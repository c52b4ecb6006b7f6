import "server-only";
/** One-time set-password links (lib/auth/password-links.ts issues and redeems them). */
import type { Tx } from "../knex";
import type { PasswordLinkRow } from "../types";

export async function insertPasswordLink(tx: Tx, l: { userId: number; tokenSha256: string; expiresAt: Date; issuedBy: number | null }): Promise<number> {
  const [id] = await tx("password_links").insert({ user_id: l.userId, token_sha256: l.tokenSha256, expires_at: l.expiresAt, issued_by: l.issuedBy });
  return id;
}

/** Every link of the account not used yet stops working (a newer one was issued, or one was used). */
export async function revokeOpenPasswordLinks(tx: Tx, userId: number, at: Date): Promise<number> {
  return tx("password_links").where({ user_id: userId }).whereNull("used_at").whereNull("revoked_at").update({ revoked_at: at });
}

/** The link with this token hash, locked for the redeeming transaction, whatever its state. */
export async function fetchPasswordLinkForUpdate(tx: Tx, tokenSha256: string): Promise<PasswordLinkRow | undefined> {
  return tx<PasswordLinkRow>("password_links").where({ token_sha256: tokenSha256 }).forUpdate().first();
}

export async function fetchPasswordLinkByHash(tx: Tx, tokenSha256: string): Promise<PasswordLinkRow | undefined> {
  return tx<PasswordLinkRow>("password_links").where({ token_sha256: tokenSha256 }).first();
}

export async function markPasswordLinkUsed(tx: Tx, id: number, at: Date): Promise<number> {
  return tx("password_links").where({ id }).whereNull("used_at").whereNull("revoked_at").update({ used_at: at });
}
★ ★ ★ ★
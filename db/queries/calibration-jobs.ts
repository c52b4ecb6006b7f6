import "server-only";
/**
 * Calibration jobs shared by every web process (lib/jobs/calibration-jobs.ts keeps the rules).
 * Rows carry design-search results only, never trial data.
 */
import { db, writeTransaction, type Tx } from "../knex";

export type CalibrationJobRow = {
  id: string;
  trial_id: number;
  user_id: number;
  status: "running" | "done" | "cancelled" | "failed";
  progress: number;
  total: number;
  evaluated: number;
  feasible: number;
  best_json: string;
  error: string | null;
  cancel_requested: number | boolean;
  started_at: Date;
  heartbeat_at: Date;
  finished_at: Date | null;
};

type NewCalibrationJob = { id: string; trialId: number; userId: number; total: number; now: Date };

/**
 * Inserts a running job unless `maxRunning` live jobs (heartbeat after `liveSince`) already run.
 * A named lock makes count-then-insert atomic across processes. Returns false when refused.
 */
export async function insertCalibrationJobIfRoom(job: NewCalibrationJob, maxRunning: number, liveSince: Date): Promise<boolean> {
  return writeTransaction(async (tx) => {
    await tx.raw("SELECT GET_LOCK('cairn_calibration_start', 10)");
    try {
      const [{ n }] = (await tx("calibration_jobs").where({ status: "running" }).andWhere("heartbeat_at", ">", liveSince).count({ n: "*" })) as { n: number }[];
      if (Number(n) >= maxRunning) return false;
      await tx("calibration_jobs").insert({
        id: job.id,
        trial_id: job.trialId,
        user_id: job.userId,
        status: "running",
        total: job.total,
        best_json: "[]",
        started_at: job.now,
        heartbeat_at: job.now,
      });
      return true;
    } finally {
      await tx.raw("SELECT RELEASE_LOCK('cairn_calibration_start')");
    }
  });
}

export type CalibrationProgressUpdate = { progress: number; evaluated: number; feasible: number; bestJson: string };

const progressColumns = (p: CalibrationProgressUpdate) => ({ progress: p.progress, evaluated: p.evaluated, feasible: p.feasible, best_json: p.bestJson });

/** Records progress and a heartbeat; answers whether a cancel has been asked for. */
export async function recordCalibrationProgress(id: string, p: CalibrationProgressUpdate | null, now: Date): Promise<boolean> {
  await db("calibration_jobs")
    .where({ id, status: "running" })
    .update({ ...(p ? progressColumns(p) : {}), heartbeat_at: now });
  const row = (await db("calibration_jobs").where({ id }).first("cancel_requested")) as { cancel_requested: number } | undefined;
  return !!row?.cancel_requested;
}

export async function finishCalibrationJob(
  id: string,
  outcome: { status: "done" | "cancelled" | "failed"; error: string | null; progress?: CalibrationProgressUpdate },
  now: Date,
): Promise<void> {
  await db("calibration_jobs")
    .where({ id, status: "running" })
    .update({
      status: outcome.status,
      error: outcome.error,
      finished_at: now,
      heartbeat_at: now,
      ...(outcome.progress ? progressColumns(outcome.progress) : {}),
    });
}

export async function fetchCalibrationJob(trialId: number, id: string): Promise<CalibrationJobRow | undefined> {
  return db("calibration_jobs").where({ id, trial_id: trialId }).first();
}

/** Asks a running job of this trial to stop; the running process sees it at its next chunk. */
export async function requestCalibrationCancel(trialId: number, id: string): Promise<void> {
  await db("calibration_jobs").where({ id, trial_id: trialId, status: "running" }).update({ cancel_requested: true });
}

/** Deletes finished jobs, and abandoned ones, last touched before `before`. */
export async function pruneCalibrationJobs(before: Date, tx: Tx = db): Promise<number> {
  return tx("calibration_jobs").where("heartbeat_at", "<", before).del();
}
★ ★ ★ ★
Show each line in the data where the string "error" appears.

◆ Answer
  error: string | null;
  outcome: { status: "done" | "cancelled" | "failed"; error: string | null; progress?: CalibrationProgressUpdate },
      error: outcome.error,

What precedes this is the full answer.